El escritor Chesterton tenía una forma poética de describir a la lógica: decía “Puede que una flor no muera en el invierno. Pero las flores mueren en el invierno”. Puede que en un partido de fútbol el que juega mejor no gane, pero el que juega mejor suele ganar. España le ganó la final del mundial a la Argentina 1 a 0 y se consagró campeón por segunda vez porque jugó la final mucho mejor que la Argentina.
Es cierto que los argentinos esperábamos una final más pareja. Pero no lo fue. Fue una final en la que los tres resultados que tiene un partido de fútbol-ganar, empatar o perder-se redujeron a dos: aguantar y empatar para ir a los penales. O perder. Y perdimos.

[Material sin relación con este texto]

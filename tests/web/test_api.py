"""The JSON API: contract shape, errors at their line, guards, samples, strict JSON."""

from __future__ import annotations

import asyncio
import json
import logging
import math
from pathlib import Path

import httpx
import pytest

from phasorbench import workflow
from phasorbench.presentation.cautions import CAUTIONS, SCOPE_NOTE
from phasorbench.web.jsonsafe import jsonable

from .conftest import (BENCH_CIRCUIT, BENCH_I_DEG, BENCH_I_MAG, CAP_CIRCUIT, ROOT, Api,
                       make_app, template_context)

CONTRACT_KEYS = {"title", "frequency_hz", "amplitudes", "nodes", "elements", "balance", "warnings"}
ELEMENT_KEYS = {"kind", "from", "to", "voltage", "current", "impedance", "p_w", "q_var", "s_va",
                "pf", "pf_sense"}
PHASOR_KEYS = {"re", "im", "mag", "deg"}
ERROR_KEYS = {"line", "column", "message", "hint"}


def strict_json(response: httpx.Response):
    """Parse a body refusing NaN and ±Infinity, which are not JSON (RFC 8259, section 6)."""
    def refuse(token):
        raise AssertionError(f"non-JSON number {token} in the body")
    return json.loads(response.text, parse_constant=refuse)


# ---- the results contract ---------------------------------------------------------

def test_solve_returns_the_contract_with_display_text(api):
    r = api.post("/api/solve", json={"netlist": CAP_CIRCUIT})
    assert r.status_code == 200
    body = strict_json(r)
    assert CONTRACT_KEYS <= body.keys()                 # results-contract.md
    assert body["nodes"]["0"] == {"re": 0.0, "im": 0.0, "mag": 0.0, "deg": 0.0}
    for element in body["elements"].values():
        assert ELEMENT_KEYS <= element.keys()
        assert PHASOR_KEYS <= element["voltage"].keys()
    c1 = body["elements"]["C1"]
    # check-values C1 (formula Xc = 1/(2πfC)): I = 0.722566 A leading V by 90°, Q = −166.19 var.
    assert math.isclose(c1["current"]["mag"], 0.722566, rel_tol=1e-6)
    assert math.isclose(c1["current"]["deg"], 90.0, abs_tol=1e-6)
    assert math.isclose(c1["q_var"], -166.19, rel_tol=1e-4)
    # The display strings are formatting.py's: 0.722566 A at 4 significant digits.
    row = next(r for r in body["display"]["elements"] if r["name"] == "C1")
    assert row["text"]["current"] == "722.6 mA ∠90.00°"   # common practice, no source
    assert body["display"]["facts"]["frequency"] == "50 Hz"


def test_solve_answer_equals_the_core_contract(api):
    # The API adds fields but changes none of the core's (results-contract.md: add, never rename).
    body = strict_json(api.post("/api/solve", json={"netlist": BENCH_CIRCUIT}))
    core = json.loads(json.dumps(workflow.solve_text(BENCH_CIRCUIT)))
    assert {k: body[k] for k in core} == core
    i = body["elements"]["C1"]["current"]
    # R = Xc gives a current leading by 45° (conftest, formula).
    assert math.isclose(i["mag"], BENCH_I_MAG, rel_tol=1e-6)
    assert math.isclose(i["deg"], BENCH_I_DEG, abs_tol=1e-6)
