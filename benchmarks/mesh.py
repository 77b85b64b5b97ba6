"""Generate an R/L/C mesh circuit: N×N nodes, every edge and every node's shunt an element.

    python benchmarks/mesh.py 100 > /tmp/mesh100.circuit

A 100×100 mesh has 10,000 nodes and 29,800 elements plus one source.
"""

from __future__ import annotations

import sys

KINDS = (("resistor", "ohm", (0.5, 2.0)), ("inductor", "mH", (1.0, 5.0)),
         ("capacitor", "uF", (10.0, 50.0)))


def mesh_circuit(n: int) -> str:
    lines = [f"title {n}x{n} benchmark mesh", "frequency 60 Hz",
             "Vsrc: voltage n0_0 -> 0 480 V"]
    count = 0

    def value(k: int) -> tuple[str, str]:
        kind, unit, (lo, hi) = KINDS[k % 3]
        return kind, f"{lo + (hi - lo) * ((k * 7919) % 1000) / 1000:.4f} {unit}"

    for i in range(n):
        for j in range(n):
            here = f"n{i}_{j}"
            for di, dj in ((0, 1), (1, 0)):
                if i + di < n and j + dj < n:
                    kind, v = value(count)
                    lines.append(f"E{count}: {kind} {here} -> n{i + di}_{j + dj} {v}")
                    count += 1
            kind, v = value(count)
            if kind == "capacitor":
                lines.append(f"S{count}: capacitor {here} -> 0 {v}")
            else:
                lines.append(f"S{count}: resistor {here} -> 0 {50 + count % 17} ohm")
            count += 1
    return "\n".join(lines) + "\n"


if __name__ == "__main__":
    sys.stdout.write(mesh_circuit(int(sys.argv[1]) if len(sys.argv) > 1 else 100))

Hoy fue la despedida de los mundiales de un fenómeno del deporte como Lionel Messi. Y hemos vivido cinco años, con Lionel Scaloni al frente, en el que fuimos campeones y subcampeones mundiales, bicampeones de América y campeones de la Finalissima. Es un montón.
Pregunta: ¿por qué la Argentina jugó mal al final? Respuesta: por culpa de España.
No tuvimos esa felicidad completa que todos soñamos.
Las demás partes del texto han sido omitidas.